ABOUT THIS EXERCISE: Begin at the line containing "bad quoting: extraneous" in the entries below and end at the line containing "UTF-16 text (save"; transcribe that range exactly and nothing outside it.

DATA LISTING:

package dataset

import (
	"errors"
	"math"
	"os"
	"path/filepath"
	"reflect"
	"regexp"
	"strings"
	"testing"
)

// TestReadCSVBadFiles reads each malformed file under testdata/bad and checks
// the one error it must give: the whole message, with file and line.
func TestReadCSVBadFiles(t *testing.T) {
	positioned := regexp.MustCompile(`^testdata/bad/[a-z0-9_]+\.(csv|yaml):[0-9]+`)
	const dir = "testdata/bad/"
	tests := []struct {
		file string
		opts CSVOptions
		vars string // variables file applied to the read
		want string
		is   error // sentinel the error must wrap, if any
	}{
		{file: "ragged.csv", want: dir + "ragged.csv:3: wrong number of fields: 3 fields, header has 2", is: ErrRagged},
		{file: "ragged_after_multiline.csv", // a quoted field spans lines 2–3, so the bad record is on line 4
			want: dir + "ragged_after_multiline.csv:4: wrong number of fields: 4 fields, header has 3", is: ErrRagged},
		{file: "all_ragged.csv", opts: CSVOptions{SkipRagged: true},
			want: dir + "all_ragged.csv:2: no data rows: all 2 rows skipped (3 fields, header has 2)"},
		{file: "unterminated_quote.csv",
			want: dir + `unterminated_quote.csv:3:13: bad quoting: extraneous or missing " in quoted-field (record starts on line 2)`, is: ErrBadQuote},
		{file: "bare_quote.csv", want: dir + `bare_quote.csv:2:10: bad quoting: bare " in non-quoted-field`, is: ErrBadQuote},
		{file: "bad_utf8.csv",
			want: dir + `bad_utf8.csv:2:6: column "CITY": invalid UTF-8 (use --encoding windows-1252 or latin1 if the file is not UTF-8)`, is: ErrBadEncoding},
		{file: "utf16.csv", want: dir + "utf16.csv:1:1: UTF-16 text (save the file as UTF-8)"},
		{file: "nul.csv", want: dir + `nul.csv:2:6: column "AGE": NUL byte in the data (is the file UTF-16 or binary?)`},
		{file: "undefined_cp1252.csv", opts: CSVOptions{Encoding: "windows-1252"},
			want: dir + `undefined_cp1252.csv:2:6: column "NOTE": byte not defined in windows-1252`},
		{file: "empty.csv", want: dir + "empty.csv:1: empty file", is: ErrEmpty},
		{file: "whitespace.csv", want: dir + "whitespace.csv:1: empty file", is: ErrEmpty},
		{file: "header_only.csv", want: dir + "header_only.csv:2: header only, no data rows", is: ErrNoRows},
		{file: "duplicate_column.csv", want: dir + `duplicate_column.csv:1:13: duplicate column name "AGE" (also column 2)`, is: ErrDuplicateColumn},
		{file: "bom_inside.csv", want: dir + `bom_inside.csv:3:6: column "SEX": byte order mark inside the data`, is: ErrBOMInside},
		{file: "long_field.csv", opts: CSVOptions{MaxFieldBytes: 64},
			want: dir + `long_field.csv:2:6: field too long: 100 bytes in column "COMMENT" (limit 64)`, is: ErrFieldTooLong},
		{file: "empty_header_name.csv", want: dir + "empty_header_name.csv:1:9: column 2 has no name"},
		{file: "vars_target.csv", opts: CSVOptions{Keys: []string{"USUBJID", "VISIT"}},
			want: dir + `vars_target.csv: key column "VISIT": unknown variable (columns: USUBJID, AGE)`, is: ErrUnknownVariable},
		{file: "vars_target.csv", opts: CSVOptions{Site: "SITE"},
			want: dir + `vars_target.csv: site column "SITE": unknown variable`, is: ErrUnknownVariable},
		// An option, not the file, is wrong: a plain error naming the file.
		{file: "vars_target.csv", opts: CSVOptions{Encoding: "windows-1251"},
			want: dir + `vars_target.csv: unknown encoding "windows-1251" (want utf-8, windows-1252 or latin1)`},
		// Values against a variables file: the line of the first offending value.
		{file: "level_not_declared.csv", vars: "level_not_declared.yaml",
			want: dir + `level_not_declared.csv:4: variable "AESEV": value "EXTREME" is not one of the declared levels ["MILD" "MODERATE" "SEVERE"]`},
		{file: "not_a_number.csv", vars: "not_a_number.yaml",
			want: dir + `not_a_number.csv:4: variable "WEIGHT": declared continuous but value "heavy" is not a number`},
		{file: "vars_target.csv", vars: "vars_unknown_variable.yaml",
			want: dir + `vars_unknown_variable.yaml:4:3: variable "WEIGTH": unknown variable: no table has it`, is: ErrUnknownVariable},
		// Bad variables files.
		{vars: "vars_unknown_setting.yaml",
			want: dir + `vars_unknown_setting.yaml:4:5: variable "AGE": unknown setting "colour" (want type, levels, unit or label)`},
		{vars: "vars_bad_type.yaml",
			want: dir + `vars_bad_type.yaml:3:11: variable "AGE": unknown type "numeric" (want continuous, ordinal, nominal, binary, date, text or identifier)`},
		{vars: "vars_bad_indent.yaml", want: dir + "vars_bad_indent.yaml:4: did not find expected key"},
		{vars: "vars_unknown_key.yaml", want: dir + `vars_unknown_key.yaml:1:1: unknown key "vars" (want variables)`},
		{vars: "vars_empty.yaml", want: dir + "vars_empty.yaml:1: empty variables file"},
		{vars: "vars_levels_continuous.yaml",
			want: dir + `vars_levels_continuous.yaml:3:5: variable "AGE": levels apply to ordinal, nominal or binary variables, not continuous`},
		{vars: "vars_level_twice.yaml", want: dir + `vars_level_twice.yaml:3:20: variable "AESEV": level "MILD" listed twice`},
	}
	used := map[string]bool{}
	for _, tt := range tests {
		name := tt.file + "+" + tt.vars
		used[tt.file], used[tt.vars] = true, true
		t.Run(name, func(t *testing.T) {
			err := readWithVars(dir, tt.file, tt.vars, tt.opts)
			if err == nil {
				t.Fatalf("read %s succeeded, want error %q", name, tt.want)
			}
			if got := err.Error(); got != tt.want {
				t.Errorf("read %s error\n got %s\nwant %s", name, got, tt.want)
			}
			if tt.is != nil && !errors.Is(err, tt.is) {
				t.Errorf("read %s error %v does not wrap %v", name, err, tt.is)
			}
			var pe *ParseError
			if positioned.MatchString(tt.want) {
				if !errors.As(err, &pe) || pe.Line <= 0 {
					t.Errorf("read %s error %v: want a *ParseError with a line", name, err)
				}
			}
		})
	}
	// Every committed bad file is exercised.
	ents, err := os.ReadDir(dir)
	if err != nil {
		t.Fatal(err)
	}
	for _, e := range ents {
		if !used[e.Name()] {
			t.Errorf("%s%s has no case in TestReadCSVBadFiles", dir, e.Name())
		}
	}
}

SOLVED EXERCISE:
			want: dir + `unterminated_quote.csv:3:13: bad quoting: extraneous or missing " in quoted-field (record starts on line 2)`, is: ErrBadQuote},
		{file: "bare_quote.csv", want: dir + `bare_quote.csv:2:10: bad quoting: bare " in non-quoted-field`, is: ErrBadQuote},
		{file: "bad_utf8.csv",
			want: dir + `bad_utf8.csv:2:6: column "CITY": invalid UTF-8 (use --encoding windows-1252 or latin1 if the file is not UTF-8)`, is: ErrBadEncoding},
		{file: "utf16.csv", want: dir + "utf16.csv:1:1: UTF-16 text (save the file as UTF-8)"},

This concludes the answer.